=== WORK ITEM ===
All lines holding the word "array" are to be copied from the records beneath.

(Stored data entries)

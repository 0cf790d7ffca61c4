// The review workflow: states, who may move a revision between them, the release gate, and release records.
//
//   draft ──submit──▶ in_review ──request_changes──▶ changes_requested ──submit──▶ in_review
//                         │
//                         └──approve (gate)──▶ approved ──release──▶ released
//   withdraw: the author (designer) from draft, in_review or changes_requested; an approver from any state but withdrawn.
//
// Every transition is one better-sqlite3 transaction: read the state, check, UPDATE ... WHERE status = <the state
// read>, append the decision and the audit entry. Of two racing requests exactly one changes the row; the other
// sees the new state (or zero changed rows) and gets 409.
import { and, asc, desc, eq, max } from "drizzle-orm";
import {
  PROTECTIVE_CAUTION,
  evaluateSpec,
  nominalEnvelopeValues,
  type Design,
  type SpecMask,
  type YieldResult,
} from "@stackproof/optics";
import type { AuthContext } from "../auth/types.ts";
import type { MailDeps } from "./deps.ts";
import {
  decisions,
  releases,
  revisions,
  yieldRuns,
  type DecisionAction,
  type EvidenceRuleField,
  type RevisionStatus,
} from "../db/schema.ts";
import { recordAudit, type DbOrTx } from "../lib/audit.ts";
import { HttpError, conflict, forbidden } from "../lib/errors.ts";
import { newId } from "./canonical.ts";
import {
  loadRevision,
  maskOf,
  person,
  stackOf,
  userNames,
  type RevisionContext,
  type YieldRunRow,
} from "./load.ts";
import { mailApproved, mailChangesRequested, mailReleased, mailReviewRequested } from "./notify.ts";
import { openBlockingThreads, threadsForRevision } from "./threads.ts";
import { describeErrorModel } from "./release-record.ts";
import {
  deviationState,
  deviationView,
  evidenceFigures,
  evidencePlan,
  pickEvidenceRun,
  SEED_RULE,
  type DeviationView,
  type EvidenceFigures,
} from "./evidence.ts";
import { RULE_LABEL, currentRuleSetters } from "./programs.ts";

export type GateCheckId =
  "verified_yield" | "spec_deviation" | "blocking_threads" | "independent_approver" | "state";

export interface GateCheck {
  id: GateCheckId;
  ok: boolean;
  message: string;
}

/** What the gate shows of the evidence: the rules, the assigned run and, when it is done, its figures. */
export interface GateEvidence {
  programVersion: number;
  targetYield: number;
  confidence: number;
  minTrials: number;
  seed: string;
  seedRule: string;
  errorModelVersion: string;
  /** The program's error model (the evidence run's) in plain words. */
  errorModelText: string;
  run: { id: string; status: string; trials: number; engineVersion: string } | null;
  figures: EvidenceFigures | null;
}

export interface GateDeviation {
  required: boolean;
  accepted: boolean;
  bands: { id: string; change: string }[];
  current: DeviationView | null;
}

export interface Gate {
  checks: GateCheck[];
  canApprove: boolean;
  canRelease: boolean;
  /** The evidence run when it satisfies the yield check. */
  yieldRun: YieldRunRow | null;
  evidence: GateEvidence;
  deviation: GateDeviation;
}

const pct = (x: number) => `${(x * 100).toFixed(1)} %`;
const pct2 = (x: number) => `${(x * 100).toFixed(2)} %`;

/** The release gate of a revision for the signed-in member. `yieldRunId` pins the yield check to one run. */
export function evaluateGate(db: DbOrTx, rc: RevisionContext, auth: AuthContext, yieldRunId?: string): Gate {
  const runs = db
    .select()
    .from(yieldRuns)
    .where(eq(yieldRuns.revisionId, rc.revision.id))
    .orderBy(desc(yieldRuns.createdAt), desc(yieldRuns.id))
    .all();
  const dev = deviationState(db, rc);
  const names = userNames(db, [dev.current?.requestedBy, dev.current?.decidedBy]);
  return gateOf(rc, auth, runs, openBlockingThreads(db, rc), {
    yieldRunId,
    latestNumber: latestNumberOf(db, rc.revision.designId),
    deviation: {
      required: dev.required,
      accepted: dev.accepted,
      bands: dev.bands,
      current: dev.current ? deviationView(dev.current, names) : null,
    },
    ruleSetters: currentRuleSetters(db, rc.program),
  });
}

/** The number of the newest revision of a design. */
export function latestNumberOf(db: DbOrTx, designId: string): number {
  return (
    db
      .select({ n: max(revisions.number) })
      .from(revisions)
      .where(eq(revisions.designId, designId))
      .get()?.n ?? 0
  );
}

export interface GateInputs {
  /** Pin the yield check to this run (it must be the evidence run). */
  yieldRunId?: string | undefined;
  /** Number of the design's newest revision; a revision older than it is superseded (default: this one). */
  latestNumber?: number;
  deviation: GateDeviation;
  /** Members who set an evidence rule in force (see currentRuleSetters). */
  ruleSetters: Map<string, EvidenceRuleField[]>;
}
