// Every main route's response against its contract schema (packages/contracts), on the demo workspace in a real
// SQLite file: the schema the web app parses with must accept the body whole (expectContract), and so must the
// schema the route declares (the OpenAPI document's source).
import fs from "node:fs";
import os from "node:os";
import path from "node:path";
import { afterAll, beforeAll, describe, expect, it } from "vitest";
import type { Response } from "supertest";
import { z } from "zod";
import * as C from "@stackproof/contracts";
import { createApp } from "../../src/app.ts";
import { createContext, type AppContext } from "../../src/context.ts";
import { loadEnv } from "../../src/env.ts";
import { DEMO_PASSWORD, loadDemoData } from "../../src/demo/index.ts";
import { routeRegistry } from "../../src/lib/route.ts";
import { signIn, withOrigin } from "../support/auth.ts";
import type { TestServer } from "../support/context.ts";
import { expectContract } from "../support/contract.ts";
import { lastMailTo, tokenIn } from "../support/mail.ts";
import request from "supertest";
import { API, AR_MASK, ERROR_MODEL, programBody, singleLayerAr } from "../domain/fixtures.ts";

let dir: string;
let ctx: AppContext;
let server: TestServer;
type Agent = Awaited<ReturnType<typeof signIn>>;
let admin: Agent, designer: Agent, reviewer: Agent, approver: Agent;

beforeAll(async () => {
  dir = fs.mkdtempSync(path.join(os.tmpdir(), "stackproof-contracts-"));
  const env = loadEnv({
    NODE_ENV: "test",
    DATA_DIR: dir,
    DEMO_DATA: "true",
    YIELD_WORKERS: "1",
    // The origin the support agents send (support/auth.ts TEST_ORIGIN).
    ALLOWED_ORIGINS: "http://stackproof.test",
  });
  ctx = await createContext(env);
  // As the entry point (src/index.ts) does.
  const demo = await loadDemoData(env, ctx.db);
  server = { ctx, app: createApp(ctx), dir, demo, close: async () => {} };
  admin = await signIn(server, "admin@halvorsen.example", DEMO_PASSWORD);
  designer = await signIn(server, "designer@halvorsen.example", DEMO_PASSWORD);
  reviewer = await signIn(server, "reviewer@halvorsen.example", DEMO_PASSWORD);
  approver = await signIn(server, "approver@halvorsen.example", DEMO_PASSWORD);
});
afterAll(async () => {
  await ctx.close();
  fs.rmSync(dir, { recursive: true, force: true });
});

/** Checks `res` against the contract schema and against the schema its route declares, by "METHOD /path". */
function check<T extends z.ZodType>(res: Response, schema: T, routeKey: string): z.infer<T> {
  const body = expectContract(schema, res.body, routeKey);
  const declared = routeRegistry.get(routeKey)?.response;
  expect(declared, `${routeKey} declares a response schema`).toBeDefined();
  expectContract(declared!, res.body, `${routeKey} (declared)`);
  return body;
}
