// Only the shape here: every check is in the refinement below, so all of them run on every submit
// (zod skips an object's refinements once one of its fields has failed).
const baseValues = z.object({
  name: z.string(),
  customer: z.string(),
  description: z.string(),
  application: z.string(),
  protective: z.boolean(),
  targetYieldPct: z.string(),
  minEvidenceTrials: z.string(),
  confidencePct: z.string(),
  trials: z.string(),
  seed: z.string(),
  relativePct: z.string(),
  absoluteNm: z.string(),
  distribution: z.enum(["normal", "uniform"]),
  truncateSigma: z.string(),
  systematicPct: z.string(),
  indexDriftPct: z.string(),
  indexNoisePct: z.string(),
  bands: z.array(bandValues),
  colour: z.array(colourValues),
});
export type ProgramFormValues = z.infer<typeof baseValues>;

/** "1.5" → 1.5, "" → undefined, anything else → NaN. A decimal comma is accepted. */
export function parseNumber(text: string): number | undefined {
  const t = text.trim().replace(",", ".");
  if (t === "") return undefined;
  const n = Number(t);
  return Number.isFinite(n) ? n : Number.NaN;
}

/** "0.4" (every material) or "Ta2O5 = 0.5, SiO2 = 0.4" (per material) → the error model's per-material value. */
export function parsePerMaterial(text: string): number | Record<string, number> | undefined {
  const t = text.trim();
  if (t === "") return undefined;
  if (!t.includes("=")) return parseNumber(t);
  const out: Record<string, number> = {};
  for (const part of t.split(/[;,](?=\s*[^\d\s])/)) {
    const [k, v, ...rest] = part.split("=");
    const key = k?.trim() ?? "";
    const n = parseNumber(v ?? "");
    if (!key || rest.length > 0 || n === undefined || Number.isNaN(n)) return Number.NaN;
    out[key] = n;
  }
  return out;
}

function formatPerMaterial(v: number | Record<string, number> | undefined): string {
  if (v === undefined) return "";
  if (typeof v === "number") return String(v);
  return Object.entries(v)
    .map(([k, x]) => `${k} = ${x}`)
    .join(", ");
}

const str = (n: number | undefined) => (n === undefined ? "" : String(n));

/** Target yield fraction 0..1 → percent text without float noise (0.95 → "95"). */
export function fractionToPercentText(f: number): string {
  return String(Number((f * 100).toPrecision(12)));
}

=== EXERCISE SOLUTION ===
  bands: z.array(bandValues),
  colour: z.array(colourValues),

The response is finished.